Scheme est né d'une volonté de réduction et de purification de Lisp, et son utilisation est sortie du cadre étroit de l'IA pour se focaliser à la fois sur l'enseignement aux débutants et sur la recherche fondamentale [liée à la sémantique -le sens- des langages de programmation, et au lambda-calcul].
Typiquement, vous voulez reconstruire une programmation par objets, ou bien une instruction GOTO ? Et bien, vous les implémentez en Scheme. Donc un langage de très haut niveau mais de suffisamment bas niveau pour lui incorporer des facilités que ses concepteurs lui ont [volontairement ou pas] refusées dans la version de base normalisée. Son utilisation déborde actuellement des deux cadres débutants/recherche : le projet Guile par exemple de la Free Software Foundation [GNU, voir aussi Richard Stallman le créateur d'Emacs] a choisi Scheme comme langage universel d'extension dans ses applications.
• Sur la page du
séminaire Richard Berry
au Collège de France, en mai 2013, Manuel Serrano
(INRIA Sophia-Antipolis) a montré comment utiliser Scheme pour programmer de manière
diffuse
le Web 2.0 avec HOP.
• Une vidéo de Jean-Jacques Lévy sur le
lambda-calcul et la programmation fonctionnelle
aussi en provenance du Collège de France.
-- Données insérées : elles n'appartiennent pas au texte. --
impl LiveChain {
    /// Builds the chain of `preset` for `channels` channels at `sample_rate` Hz.
    pub fn new(preset: &Preset, channels: usize, sample_rate: u32) -> Result<LiveChain> {
        crate::audio::check_sample_rate(sample_rate)?;
        crate::audio::check_channels(channels)?;
        let controls = LiveControls::PRESET;
        let settings = LiveSettings::of(preset, sample_rate, controls);
        let running = RunningChain::build(preset, settings, channels, sample_rate)?;
        let block = || vec![0.0f32; BLOCK];
        Ok(LiveChain {
            channels,
            sample_rate,
            base: preset.clone(),
            controls,
            running,
            incoming: None,
            queued: None,
            failed: None,
            last_error: None,
            fade_frames: ((sample_rate as f64 * CROSSFADE_SECONDS).round() as usize).max(1),
            gained: (0..channels).map(|_| Vec::with_capacity(BLOCK)).collect(),
            dry_in: (0..channels).map(|_| Vec::with_capacity(BLOCK)).collect(),
            gain_curve: block(),
            mix_curve: block(),
            output_gain_curve: block(),
            gain: Ramp::new(1.0),
            mix: Ramp::new(1.0),
            output_gain: Ramp::new(1.0),
            counters: Counters::default(),
        })
    }

    /// Number of channels.
    pub fn channels(&self) -> usize {
        self.channels
    }

    /// Sample rate in Hz.
    pub fn sample_rate(&self) -> u32 {
        self.sample_rate
    }

    /// Frames by which the output lags the input (see the module docs); changes only when a rebuilt chain with
    /// another latency has taken over.
    pub fn latency_frames(&self) -> usize {
        self.running.latency
    }

    /// The rate of the running chain's export signal in Hz (the reduced rate, if there is a rate stage).
    pub fn export_rate(&self) -> u32 {
        self.running.chain.export_rate()
    }

    /// The preset the running chain was built from, with the live settings applied.
    pub fn effective_preset(&self) -> &Preset {
        &self.running.preset
    }

    /// Pre-chain gain in dB (−120 to +60; NaN is ignored), reached by a linear ramp over the next block.
    pub fn set_gain_db(&mut self, db: f64) {
        self.gain.set(ramp_gain_from_db(db));
    }

    /// Dry/wet mix, 0 (input only) to 1 (processed only; NaN is ignored), ramped over the next block.
    pub fn set_mix(&mut self, mix: f64) {
        if !mix.is_nan() {
            self.mix.set(Some(mix.clamp(0.0, 1.0)));
        }
    }

    /// Output gain in dB (−120 to +60; NaN is ignored), ramped over the next block.
    pub fn set_output_db(&mut self, db: f64) {
        self.output_gain.set(ramp_gain_from_db(db));
    }

    /// Resolution in bits (continuous, clamped to 1..24; `levels = round(2^bits)`), or ≤ 0 for the preset's own.
    /// Applied by a rebuild at the next [`process`](Self::process).
    pub fn set_resolution(&mut self, bits: f64) {
        self.controls.resolution_bits = bits;
    }

    /// Target rate in Hz of a hold-mode rate stage (rounded, clamped to 1..sample rate), or ≤ 0 for the preset's.
    /// Applied by a rebuild at the next [`process`](Self::process).
    pub fn set_rate(&mut self, hz: f64) {
        self.controls.rate_hz = hz;
    }

    /// Dither peak in LSB (0 to 16, rounded to 0.01), or < 0 for the preset's own. Applied by a rebuild at the next
    /// [`process`](Self::process).
    pub fn set_dither(&mut self, lsb: f64) {
        self.controls.dither_lsb = lsb;
    }

    /// Replaces the preset: built now with the live settings in force (on error the old preset keeps running), taken
    /// over through the crossfade from the next [`process`](Self::process) on (at once if nothing has been processed
    /// yet). Returns the new chain's latency in frames ([`latency_frames`](Self::latency_frames) becomes that once it
    /// has taken over).
    pub fn set_preset(&mut self, preset: &Preset) -> Result<usize> {
        let settings = self.settings_for(preset);
        let chain = RunningChain::build(preset, settings, self.channels, self.sample_rate)?;
        let latency = chain.latency;
        self.base = preset.clone();
        self.queued = Some(chain);
        self.failed = None;
        Ok(latency)
    }

    /// Back to the freshly built state: filters, hold phase, dither streams and FIFOs restart (the output is silent
    /// for the latency); ramps jump to their targets; a pending rebuild is applied at once. May click. Should the
    /// rebuild fail, the running chain stays as it is.
    pub fn reset(&mut self) {
        let settings = self.settings_for(&self.base);
        if let Ok(chain) = RunningChain::build(&self.base, settings, self.channels, self.sample_rate) {
            self.running = chain;
        }
        self.incoming = None;
        self.queued = None;
        for r in [&mut self.gain, &mut self.mix, &mut self.output_gain] {
            r.jump();
        }
    }

    /// Counters and the running settings.
    pub fn stats(&self) -> LiveStats {
        let c = &self.counters;
        let s = &self.running.settings;
        let applies = LiveSettings::of(
            &self.base,
            self.sample_rate,
            LiveControls { resolution_bits: 1.0, rate_hz: 1.0, dither_lsb: 0.0 },
        );
        LiveStats {
            applies: LiveApplies {
                dither: applies.dither_centi_lsb.is_some(),
                rate: applies.rate_hz.is_some(),
                resolution: applies.levels.is_some(),
            },
            blocks: c.blocks,
            dither_lsb: s.dither_centi_lsb.map(|c| c as f64 / 100.0),
            export_rate: self.export_rate(),
            failed_rebuilds: c.failed_rebuilds,
            frames: c.frames,
            last_error: self.last_error.clone(),
            latency_frames: self.running.latency,
            levels: s.levels,
            overrun_frames: c.overrun_frames,
            rate_hz: s.rate_hz,
            rebuilds: c.rebuilds,
            transition: self.incoming.is_some() || self.queued.is_some(),
            underrun_blocks: c.underrun_blocks,
            underrun_frames: c.underrun_frames,
        }
    }

    /// Processes the first `frames` frames of `input` (one slice per channel) into `output` (the same), in blocks of
    /// at most [`BLOCK`] frames (each a block for the ramps and the counters). Allocates nothing except when it
    /// starts a rebuild (see the module docs).
    ///
    /// # Errors
    /// When `input` or `output` has another channel count than the chain, or a buffer is shorter than `frames`
    /// (nothing is processed then).
    pub fn process<I: AsRef<[f32]>, O: AsMut<[f32]>>(
        &mut self,
        input: &[I],
        output: &mut [O],
        frames: usize,
    ) -> Result<()> {
        for (name, count) in [("input", input.len()), ("output", output.len())] {
            if count != self.channels {
                return Err(Error::param(name, format!("{count} channels"), format!("{} channels", self.channels)));
            }
        }
        let shortest = input.iter().map(|x| x.as_ref().len()).chain(output.iter_mut().map(|y| y.as_mut().len())).min();
        if let Some(shortest) = shortest.filter(|&s| s < frames) {
            return Err(Error::param("frames", frames, format!("at most {shortest} (the shortest buffer)")));
        }
        let mut at = 0;
        while at < frames {
            let n = (frames - at).min(BLOCK);
            self.process_block(input, output, at, n);
            at += n;
        }
        Ok(())
    }

    /// One block: frames `at..at + n` (n ≤ BLOCK) of every channel; the buffers are checked by the caller.
    fn process_block<I: AsRef<[f32]>, O: AsMut<[f32]>>(&mut self, input: &[I], output: &mut [O], at: usize, n: usize) {
        if n == 0 {
            return;
        }
        self.start_rebuild_if_due();
        if self.counters.blocks == 0 {
            // Initial values (e.g. a node's parameterData) apply from the first frame, without a ramp.
            for r in [&mut self.gain, &mut self.mix, &mut self.output_gain] {
                r.jump();
            }
        }
        self.gain.fill(&mut self.gain_curve[..n]);
        self.mix.fill(&mut self.mix_curve[..n]);
        self.output_gain.fill(&mut self.output_gain_curve[..n]);
        for ((x, g), d) in input.iter().zip(&mut self.gained).zip(&mut self.dry_in) {
            let x = &x.as_ref()[at..at + n];
            g.clear();
            d.clear();
            g.extend(x.iter().zip(&self.gain_curve[..n]).map(|(&s, &k)| sanitize(s) * k));
            d.extend(x.iter().map(|&s| sanitize(s)));
        }
        let mix = &self.mix_curve[..n];
        self.running.run(&self.gained, &self.dry_in, mix, &mut self.counters);
        if let Some(t) = &mut self.incoming {
            t.incoming.run(&self.gained, &self.dry_in, mix, &mut self.counters);
        }
        let done = match &mut self.incoming {
            Some(t) => t.blend(&mut self.running.mixed, n, self.fade_frames),
            None => false,
        };
        for (y, m) in output.iter_mut().zip(&self.running.mixed) {
            let y = &mut y.as_mut()[at..at + n];
            for ((o, &m), &k) in y.iter_mut().zip(&m[..n]).zip(&self.output_gain_curve[..n]) {
                *o = m * k;
            }
        }
        if done {
            if let Some(t) = self.incoming.take() {
                self.running = t.incoming;
            }
        }
        self.counters.blocks += 1;
        self.counters.frames += n as u64;
    }

    fn settings_for(&self, preset: &Preset) -> LiveSettings {
        LiveSettings::of(preset, self.sample_rate, self.controls)
    }

    /// Starts a queued preset, or a rebuild for changed live settings, unless a crossfade is running.
    fn start_rebuild_if_due(&mut self) {
        if self.incoming.is_some() {
            return;
        }
        let want = self.settings_for(&self.base);
        let chain = match self.queued.take() {
            Some(q) if q.settings == want => q,
            None if want == self.running.settings || self.failed == Some(want) => return,
            // A queued preset built for other live settings, or new live settings: build for what is wanted now.
            _ => match RunningChain::build(&self.base, want, self.channels, self.sample_rate) {
                Ok(c) => c,
                Err(e) => return self.rebuild_failed(want, e),
            },
        };
        if self.counters.blocks == 0 {
            // Nothing has been output yet (e.g. a node created with initial parameter values): no crossfade.
            self.running = chain;
            return;
        }
        self.counters.rebuilds += 1;
        self.incoming = Some(Crossfade { warm_frames_left: chain.latency, faded_frames: 0, incoming: chain });
    }

    fn rebuild_failed(&mut self, settings: LiveSettings, e: Error) {
        self.counters.failed_rebuilds += 1;
        self.failed = Some(settings);
        self.last_error = Some(e.to_string());
    }
}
• Les transparents de la conférence de Guy Steele
sur l'histoire de Scheme
(ou bien ici, il en est d'ailleurs l'un des inventeurs,
avec Gerald Sussman)...
Voilà grosso modo la philosophie : réconcilier puissance, extensibilité et minimalisme. Avec en prime le plaisir de programmer :
"The spirit of LISP hacking can be expressed in two sentences.
Programming should be fun. Programs should be beautiful."